[Stored items]
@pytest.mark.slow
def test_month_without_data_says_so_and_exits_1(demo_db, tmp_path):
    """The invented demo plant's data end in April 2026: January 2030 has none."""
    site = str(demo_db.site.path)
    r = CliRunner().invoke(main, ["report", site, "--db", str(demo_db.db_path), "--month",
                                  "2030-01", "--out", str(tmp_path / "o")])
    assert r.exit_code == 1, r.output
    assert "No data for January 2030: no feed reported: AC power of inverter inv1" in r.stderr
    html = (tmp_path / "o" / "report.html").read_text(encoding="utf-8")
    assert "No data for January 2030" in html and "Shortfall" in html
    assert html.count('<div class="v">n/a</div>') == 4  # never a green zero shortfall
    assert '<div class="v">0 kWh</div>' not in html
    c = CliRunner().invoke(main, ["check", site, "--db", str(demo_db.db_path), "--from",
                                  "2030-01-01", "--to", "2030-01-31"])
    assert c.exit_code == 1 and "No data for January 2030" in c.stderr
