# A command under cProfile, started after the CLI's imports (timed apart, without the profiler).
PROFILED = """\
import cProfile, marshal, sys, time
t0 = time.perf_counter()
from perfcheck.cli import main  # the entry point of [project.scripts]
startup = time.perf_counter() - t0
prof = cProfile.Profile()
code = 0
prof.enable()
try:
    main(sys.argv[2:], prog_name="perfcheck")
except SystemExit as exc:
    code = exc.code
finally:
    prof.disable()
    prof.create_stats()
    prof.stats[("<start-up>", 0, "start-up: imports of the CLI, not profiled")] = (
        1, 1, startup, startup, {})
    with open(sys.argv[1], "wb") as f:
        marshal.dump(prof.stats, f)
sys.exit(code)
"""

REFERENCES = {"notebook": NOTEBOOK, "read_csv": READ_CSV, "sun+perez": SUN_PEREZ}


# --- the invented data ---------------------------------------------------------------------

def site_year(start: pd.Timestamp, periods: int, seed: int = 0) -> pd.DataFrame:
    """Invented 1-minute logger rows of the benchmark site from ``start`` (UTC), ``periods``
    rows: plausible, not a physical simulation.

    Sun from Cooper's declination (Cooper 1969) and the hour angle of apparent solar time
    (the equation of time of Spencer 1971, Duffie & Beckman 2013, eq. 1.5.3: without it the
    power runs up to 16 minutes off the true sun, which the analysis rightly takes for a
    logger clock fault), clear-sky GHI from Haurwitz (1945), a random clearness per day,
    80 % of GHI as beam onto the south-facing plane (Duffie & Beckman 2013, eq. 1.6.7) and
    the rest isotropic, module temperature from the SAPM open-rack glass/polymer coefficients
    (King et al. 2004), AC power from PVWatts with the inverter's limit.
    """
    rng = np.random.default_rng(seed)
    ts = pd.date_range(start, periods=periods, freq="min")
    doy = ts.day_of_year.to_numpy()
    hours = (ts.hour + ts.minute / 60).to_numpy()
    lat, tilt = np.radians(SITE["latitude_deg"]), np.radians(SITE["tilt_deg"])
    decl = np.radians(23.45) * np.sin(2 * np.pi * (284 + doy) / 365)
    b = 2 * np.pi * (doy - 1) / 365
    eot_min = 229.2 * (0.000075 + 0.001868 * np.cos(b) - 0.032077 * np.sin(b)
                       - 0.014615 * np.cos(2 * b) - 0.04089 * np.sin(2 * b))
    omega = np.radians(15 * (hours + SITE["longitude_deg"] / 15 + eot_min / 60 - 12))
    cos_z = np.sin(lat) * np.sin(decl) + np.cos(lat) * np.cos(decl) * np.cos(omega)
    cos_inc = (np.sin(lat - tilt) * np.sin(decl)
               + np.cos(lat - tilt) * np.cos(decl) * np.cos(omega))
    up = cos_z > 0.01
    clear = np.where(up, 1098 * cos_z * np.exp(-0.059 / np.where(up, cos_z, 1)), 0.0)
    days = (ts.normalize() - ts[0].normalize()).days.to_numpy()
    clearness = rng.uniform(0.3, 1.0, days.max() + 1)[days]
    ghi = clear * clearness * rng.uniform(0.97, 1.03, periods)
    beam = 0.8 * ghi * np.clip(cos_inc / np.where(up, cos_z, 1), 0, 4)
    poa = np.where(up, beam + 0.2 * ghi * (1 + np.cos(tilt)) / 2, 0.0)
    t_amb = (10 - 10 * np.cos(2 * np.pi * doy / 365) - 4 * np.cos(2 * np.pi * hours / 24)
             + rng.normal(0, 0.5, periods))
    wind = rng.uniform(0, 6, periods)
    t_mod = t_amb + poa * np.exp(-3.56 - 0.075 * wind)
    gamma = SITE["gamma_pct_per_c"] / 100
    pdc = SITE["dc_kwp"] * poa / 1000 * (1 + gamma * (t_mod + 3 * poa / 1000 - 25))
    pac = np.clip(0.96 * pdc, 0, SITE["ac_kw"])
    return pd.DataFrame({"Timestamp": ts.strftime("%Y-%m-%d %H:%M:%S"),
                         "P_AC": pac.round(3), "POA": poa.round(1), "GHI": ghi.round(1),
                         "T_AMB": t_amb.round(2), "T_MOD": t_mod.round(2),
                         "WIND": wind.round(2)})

### Assigned task
Scan the data above for the string "perfcheck". Copy every line in which it appears.

### Output
from perfcheck.cli import main  # the entry point of [project.scripts]
    main(sys.argv[2:], prog_name="perfcheck")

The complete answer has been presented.